白媜聞言,目露擔憂,她輕聲道:“我不會驅鬼,幫不上你什麼忙。但你一定要小心,無論如何,都要保住自己的性命。”說着她伸出手,緊緊握住了韓舟的手。
韓舟感受到她手心的溫度,心中一暖,拍了拍她的肩:“我知道,你放心。”
白媜沉默片刻,似乎下定了什麼決心,低聲說道:“還有一件事,我想告訴你。”她的聲音裡帶着一絲愧疚,“其實……我姓桓,叫桓媜。‘白’是我的母姓。”
這…有什麼區别嗎?父姓和母姓不都一樣?韓舟莞爾一笑:“沒事,你不用道歉,我不在意這些。”
桓媜盯着韓舟的眼睛,見她神色平靜,似乎有些意外。片刻後,她從衣襟中取出一個精緻的香囊,香囊上繡着一個娟秀的“媜”字。
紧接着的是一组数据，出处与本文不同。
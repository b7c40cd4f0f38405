import { z } from 'zod';

import { bulkSchema } from './bulk';
import { checkIdSchema } from './check-id';
import { elementSchema } from './limiter';
import { faultSchema, loadSchema } from './load';
import { fuseSchema } from './protection';
import { quantity, toleranced } from './quantity';
import { rectifierSchema } from './rectifier';
import { sourceSchema } from './source';

/** What the person asks of the design; each absent limit leaves its check "not assessed". */
export const limitsSchema = z.strictObject({
  peakCurrent: quantity('current', { min: 0.01, max: 100e3, qualifier: 'peak', describe: 'Highest inrush current allowed, A peak' }).optional(),
  limiterLoss: quantity('power', { min: 1e-3, max: 10e3, describe: 'Highest steady loss allowed in the limiter' }).optional(),
  timeToTrip: quantity('time', { min: 1e-3, max: 3600, describe: 'Time allowed for a PTC to trip on the fault' }).optional(),
  voltageDrop: quantity('voltage', { min: 1e-3, max: 100, describe: 'Highest drop allowed over a PTC in operation' }).optional(),
  steadyCurrent: quantity('current', { min: 1e-3, max: 1000, qualifier: 'rms', describe: 'Highest operating current that a PTC must hold, A rms' }).optional(),
});
export type Limits = z.output<typeof limitsSchema>;

const setAsideSchema = z.strictObject({
  check: checkIdSchema,
  reason: z.string().trim().min(3, 'say why, and which document covers it').max(500),
});

/** A whole scenario: the power-up path, the conditions and the limits. The contract of file, API and engine. */
export const scenarioSchema = z
  .strictObject({
    name: z.string().trim().min(1).max(120),
    notes: z.string().max(4000).default(''),
    source: sourceSchema,
    fuse: fuseSchema.optional(),
    limiter: z.array(elementSchema).max(2).default([]),
    rectifier: rectifierSchema,
    bulk: bulkSchema,
    load: loadSchema,
    fault: faultSchema.optional(),
    ambient: toleranced('temperature', { min: 193.15, max: 423.15, describe: 'Ambient at the part, cabinet rise included' }),
    duration: quantity('time', { min: 0.02, max: 3600, describe: 'How long to follow the power-up' }).default(600),
    limits: limitsSchema.prefault({}),
    cautionBelow: quantity('ratio', { min: 0, max: 0.5, describe: 'Margin below which a passed check is a caution' }).default(0.1),
    setAside: z.array(setAsideSchema).max(27).default([]),
  })
  .superRefine((scenario, context) => {
    const issue = (path: (string | number)[], message: string) => context.addIssue({ code: 'custom', path, message });
    if (scenario.source.kind === 'ac' && scenario.rectifier.kind === 'none')
      issue(['rectifier', 'kind'], 'an AC source needs a bridge ahead of the bulk capacitor');
    if (scenario.fault && scenario.fault.at >= scenario.duration) issue(['fault', 'at'], 'must lie before the end of the run');
    scenario.source.programme.forEach((step, index) => {
      if (step.at >= scenario.duration) issue(['source', 'programme', index, 'at'], 'must lie before the end of the run');
    });
    scenario.limiter.forEach(({ part }, index) => {
      const hottest = part.ratings.maximumTemperature;
      if (hottest !== undefined && hottest <= scenario.ambient.max)
        issue(['limiter', index, 'part', 'ratings', 'maximumTemperature'], 'must be above the highest ambient');
    });
  });
export type Scenario = z.output<typeof scenarioSchema>;
export type ScenarioInput = z.input<typeof scenarioSchema>;
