import { z } from 'zod';

import { quantity, toleranced } from './quantity';

/** Impedance ahead of the equipment, entered either way; there is no default. */
export const impedanceSchema = z.union([
  z.strictObject({
    resistance: toleranced('resistance', { min: 0, max: 10e3, describe: 'Source resistance' }),
    inductance: toleranced('inductance', { min: 0, max: 10e-3, describe: 'Source inductance' }),
  }),
  z.strictObject({
    prospectiveCurrent: toleranced('current', { min: 1, max: 200e3, describe: 'Prospective short-circuit current, A rms' }),
    reactanceRatio: quantity('count', { min: 0, max: 50, describe: 'X/R of the supply' }),
  }),
]);

const programmeSchema = z
  .array(
    z.strictObject({
      at: quantity('time', { min: 0, max: 86_400, describe: 'Time after the first switch-on' }),
      switch: z.enum(['off', 'on']),
    }),
  )
  .max(20)
  .default([])
  .superRefine((steps, context) => {
    steps.forEach((step, index) => {
      const previous = steps[index - 1];
      const expected = index % 2 === 0 ? 'off' : 'on';
      if (step.switch !== expected)
        context.addIssue({ code: 'custom', path: [index, 'switch'], message: `must be "${expected}": the supply is on at 0 s and each step changes it` });
      if (step.at <= (previous?.at ?? 0))
        context.addIssue({ code: 'custom', path: [index, 'at'], message: 'must be later than the step before it' });
    });
  });

const common = {
  impedance: impedanceSchema,
  programme: programmeSchema.describe('Supply off and on again after the first switch-on'),
};

export const acSourceSchema = z.strictObject({
  kind: z.literal('ac'),
  voltage: toleranced('voltage', { min: 1, max: 1000, describe: 'Line voltage, V rms, with the supply tolerance' }),
  frequency: z
    .union([
      quantity('frequency', { min: 10, max: 1000, describe: 'Line frequency' }),
      z.array(quantity('frequency', { min: 10, max: 1000, describe: 'Line frequency' })).min(1).max(2),
    ])
    .transform((value) => (Array.isArray(value) ? value : [value]))
    .describe('One frequency, or both that the equipment is allowed on'),
  phase: z
    .union([z.literal('worst'), quantity('angle', { min: 0, max: 360, describe: 'Switch-on angle in degrees' })])
    .default('worst'),
  ...common,
});

export const dcSourceSchema = z.strictObject({
  kind: z.literal('dc'),
  voltage: toleranced('voltage', { min: 0.5, max: 1500, describe: 'Supply voltage' }),
  ...common,
});

export const sourceSchema = z.discriminatedUnion('kind', [acSourceSchema, dcSourceSchema]);
export type Source = z.output<typeof sourceSchema>;
export type AcSource = z.output<typeof acSourceSchema>;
她将香囊遞給韓舟,柔聲道:“那麼小舟,再見了。若是你成功脫險,有任何需要幫助的地方,可以到燕京找我…這個香囊,就當作信物吧。”
韓舟接過香囊,握在手中,點頭應道:“好。”
桓媜又深深看了她幾眼,眼中滿是不舍。最終,她轉過身,緩步走入那片紅霧中,身影漸漸模糊,直至消失不見。
韓舟長舒一口氣,将香囊小心地放入懷中。她擡頭望向天空,長夜已然褪去,但天色依舊灰蒙蒙的,不見一絲陽光。
天亮了。
天亮了會發生什麼?
她對怪談源頭已經有了一些想法,隻待證實。她往橋頭走去,猛然發現橋下的景象變了!
原本渾濁的河水不知何時化作一片猩紅的血水,黏稠而腥臭,仿佛沸騰的岩漿翻湧不息。
一具具森白的骷髅骨架不斷從血水中鑽出,空洞的眼眶裡跳動着幽綠的磷火,枯骨嶙峋的手爪死死抱住橋墩,以一種詭異的姿态向上攀爬。
韓舟迅速從懷中取出佛珠挂在脖子上,佛珠泛着淡淡的金光。她緊握手中闆磚,加快腳步朝橋頭奔去。
然而,那些骷髅攀爬的速度比她預想的還要快得多。轉眼間,幾具骷髅已經爬上了橋面,粘稠的血水從它們的骨架上滴落,在橋面上留下一道道腥臭的痕迹。它們匍匐在地,骨節摩擦發出“咔咔”的聲響,朝着韓舟的方向爬來。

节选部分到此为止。